Así se alimenta Barcelona

Los mercados y las tiendas de barrio son el gran aliado de la ciudad en la distribución de comida fresca

El campesino Ferran Berenguer recoge verdura de producción ecológica en uno de sus campos del parque Agrario del Llobregat.
El campesino Ferran Berenguer recoge verdura de producción ecológica en uno de sus campos del parque Agrario del Llobregat.MASSIMILIANO MINOCRI (EL PAÍS)

Barcelona arranca esta semana los actos centrales de la Capitalidad Mundial de la Alimentación Sostenible: la Semana de la Alimentación Sostenible (14 al 24 de octubre), el VII Foro Global del Pacto de Políticas Alimentarias Urbanas de Milán (19 al 21) y el Gastronomic Forum (18 al 20). Todo con el objetivo de impulsar un cambio en el modelo alimentario en la ciudad, “por salud y por una cuestión ambiental”, argumenta el comisionado de Economía Social y Política Alimentaria, Álvaro Porro.

“El cambio de hábitos responde a las evidencias científicas de que nuestras dietas tienen un exceso de azúcares, grasas y proteína animal y procesada, y a que un tercio de las emisiones están vinculadas al sistema alimentario, también responsable en parte de la desforestación, la pérdida de fertilidad del suelo o la contaminación de acuíferos”, señala Porro, que celebra el protagonismo que “los mercados y las tiendas de proximidad” tienen en Barcelona, donde distribuyen dos tercios de los alimentos frescos, una singularidad de la ciudad: “Deben ser los grandes aliados del modelo alimentario”. En España, de media, mercados y tiendas solo distribuyen un tercio de la comida fresca.
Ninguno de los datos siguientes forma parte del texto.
package change

// Opener opens frames like Open, in memory that is used again: for journals of millions of
// frames whose batches are looked at once. It is not safe for concurrent use.
type Opener struct {
	plain []byte
	made  []Change
	names map[string]string
}

// mostNames is how many different names of fields and examiners are kept.
const mostNames = 4096

// Open is the package's Open. The batch is valid until Reset.
func (o *Opener) Open(f Frame, keys Keys) (Batch, error) { return open(f, keys, o) }

// Reset takes back the memory of every batch opened so far.
func (o *Opener) Reset() { o.plain, o.made = o.plain[:0], o.made[:0] }

// bytes returns room for so many bytes, nil from no Opener.
func (o *Opener) bytes(n int) []byte {
	if o == nil {
		return nil
	}
	if cap(o.plain)-len(o.plain) < n {
		o.plain = make([]byte, 0, max(n, 64<<10))
	}
	return o.plain[len(o.plain):]
}

// keep takes what was written into the room of bytes out of use.
func (o *Opener) keep(b []byte) {
	if o != nil {
		o.plain = o.plain[:len(o.plain)+len(b)]
	}
}

func (o *Opener) changes(n int) []Change {
	if o == nil {
		return make([]Change, n)
	}
	at := len(o.made)
	if cap(o.made)-at < n {
		o.made, at = make([]Change, 0, max(n, 256)), 0
	}
	o.made = o.made[:at+n]
	cs := o.made[at : at+n : at+n]
	clear(cs)
	return cs
}

// name returns the text of b, one string for all that are alike.
func (o *Opener) name(b []byte) string {
	if o == nil {
		return string(b)
	}
	if s, ok := o.names[string(b)]; ok {
		return s
	}
	s := string(b)
	if o.names == nil {
		o.names = map[string]string{}
	}
	if len(o.names) < mostNames {
		o.names[s] = s
	}
	return s
}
Pero ¿cuál es el punto de partida? Es lo que busca explicar el estudio ¿Cómo se alimenta Barcelona?, sobre el sistema alimentario de la ciudad, encargado por el Ayuntamiento a las profesoras universitarias Rosa Binimelis (doctora en Ciencias Ambientales, autora de libros y artículos sobre sistemas alimentarios e integrante de la Cátedra de Agroecología de la Universidad de Vic) y Anna Roca Torrent, geógrafa, consultora agroterritorial y profesora asociada de las universidades de Girona (UdG) y Oberta de Catalunya (UOC). Estos son sus principales puntos.

Poco suelo agrario. Barcelona apenas tiene superficie agrícola por la presión urbana, que entre 1956 y 2018 comportó una pérdida de suelo agrario en el área metropolitana del 80,5% (casi 22.000 hectáreas). La huerta es el cultivo mayoritario en el Baix Llobregat y el Maresme. En la ciudad hay 119 huertos urbanos, cuya producción es limitada pero tienen valor comunitario.

La producción ecológica se multiplica. En el área de la capital, el cultivo ecológico ha crecido en las dos últimas dos décadas, hasta multiplicarse por 16 (de 2.764 hectáreas en 2000 a 45.055 en 2020). Pero la producción ecológica es solo el 7% de los cultivos en Cataluña. La Unión Europea tiene como objetivo que en 2030 el 25% de la producción sea ecológica.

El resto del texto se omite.